• [About this task]
Working from the records below, repeat exactly the lines starting at the line that contains "export async function tokenOf(actor: Actor, scopes" and ending at the line that contains "const problem = (await", inclusive.

• [Supplied records]
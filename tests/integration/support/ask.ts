// Asking the API's routes as a script would.
import { expect } from 'vitest';
import type { Actor, TokenScope } from '@/lib/domain/dto';
import type { Problem } from '@/lib/domain/problem';
import { createToken } from '@/lib/server/tokens';
import { unique } from './practice';

export type Handler = (
  request: Request,
  context: { params: Promise<Record<string, string>> },
) => Promise<Response>;
export type Method = 'GET' | 'POST' | 'PUT' | 'PATCH' | 'DELETE';
export type Route = Record<Method, Handler>;

export const allScopes: TokenScope[] = ['sections:read', 'sections:write', 'solve'];

/** A token of somebody's, for a day. */
export async function tokenOf(actor: Actor, scopes = allScopes): Promise<string> {
  return (await createToken(actor, { name: unique('token'), scopes, days: 1 })).token;
}

export interface Asked {
  readonly method?: Method;
  readonly path?: string;
  readonly params?: Record<string, string>;
  readonly token?: string | null;
  readonly body?: unknown;
  readonly text?: string;
  readonly headers?: Record<string, string>;
  readonly signal?: AbortSignal;
}

/** Calls a method of a route. */
export function ask(route: Route, asked: Asked = {}): Promise<Response> {
  const {
    method = 'GET',
    path = '/',
    params = {},
    body,
    text = body === undefined ? undefined : JSON.stringify(body),
  } = asked;
  const { token = null } = asked;
  const request = new Request(`http://underfall.example${path}`, {
    method,
    headers: {
      ...(token === null ? {} : { authorization: `Bearer ${token}` }),
      ...(text === undefined ? {} : { 'content-type': 'application/json' }),
      ...asked.headers,
    },
    ...(text === undefined ? {} : { body: text }),
    ...(asked.signal ? { signal: asked.signal } : {}),
  });
  return route[method](request, { params: Promise.resolve(params) });
}

/** Expects a problem document, and nothing internal in it. */
export async function expectProblem(response: Response, status: number): Promise<Problem> {
  expect(response.status).toBe(status);
  expect(response.headers.get('content-type')).toBe('application/problem+json');
  const problem = (await response.json()) as Problem;
  expect(problem).toMatchObject({
    status,
    type: expect.stringMatching(/^\/problems\/[a-z-]+$/),
    title: expect.any(String),
    detail: expect.any(String),
  });
  expect(JSON.stringify(problem)).not.toMatch(/at .*\.(ts|js):\d|node_modules|select |insert /);
  return problem;
}
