import { cn } from '@/lib/cn';

/** The product's mark: a wall in the ground and one path of the water that passes beneath it. */
export function Mark({ className }: { className?: string }) {
  return (
    <svg viewBox="0 0 32 32" aria-hidden className={cn('h-7 w-7', className)} fill="none">
      <path d="M1 12h30" stroke="currentColor" strokeWidth="1.5" />
      <path d="M16 4v16.5" stroke="currentColor" strokeWidth="3.2" />
      <path
        d="M5.5 12.7C5.5 23.4 9.8 28 16 28s10.5-4.6 10.5-15.3"
        className="stroke-action"
        strokeWidth="2"
      />
      <path d="M1 7h13" className="stroke-action" strokeWidth="1.5" />
    </svg>
  );
}

/** The mark with the name beside it. */
export function Wordmark() {
  return (
    <span className="inline-flex items-center gap-2">
      <Mark />
      <span className="font-serif text-xl leading-none font-medium tracking-[-0.01em]">Underfall</span>
    </span>
  );
}
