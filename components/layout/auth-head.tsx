import type { ReactNode } from 'react';

/** The head of a page with a single form. */
export function AuthHead({ title, children }: { title: string; children?: ReactNode }) {
  return (
    <div className="mb-7 grid gap-2">
      <h1 className="font-serif text-[2rem] leading-tight font-medium tracking-[-0.012em]">{title}</h1>
      {children && <div className="text-secondary">{children}</div>}
    </div>
  );
}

• [Result of this exercise]
export async function tokenOf(actor: Actor, scopes = allScopes): Promise<string> {
  return (await createToken(actor, { name: unique('token'), scopes, days: 1 })).token;
}

export interface Asked {
  readonly method?: Method;
  readonly path?: string;
  readonly params?: Record<string, string>;
  readonly token?: string | null;
  readonly body?: unknown;
  readonly text?: string;
  readonly headers?: Record<string, string>;
  readonly signal?: AbortSignal;
}

/** Calls a method of a route. */
export function ask(route: Route, asked: Asked = {}): Promise<Response> {
  const {
    method = 'GET',
    path = '/',
    params = {},
    body,
    text = body === undefined ? undefined : JSON.stringify(body),
  } = asked;
  const { token = null } = asked;
  const request = new Request(`http://underfall.example${path}`, {
    method,
    headers: {
      ...(token === null ? {} : { authorization: `Bearer ${token}` }),
      ...(text === undefined ? {} : { 'content-type': 'application/json' }),
      ...asked.headers,
    },
    ...(text === undefined ? {} : { body: text }),
    ...(asked.signal ? { signal: asked.signal } : {}),
  });
  return route[method](request, { params: Promise.resolve(params) });
}

/** Expects a problem document, and nothing internal in it. */
export async function expectProblem(response: Response, status: number): Promise<Problem> {
  expect(response.status).toBe(status);
  expect(response.headers.get('content-type')).toBe('application/problem+json');
  const problem = (await response.json()) as Problem;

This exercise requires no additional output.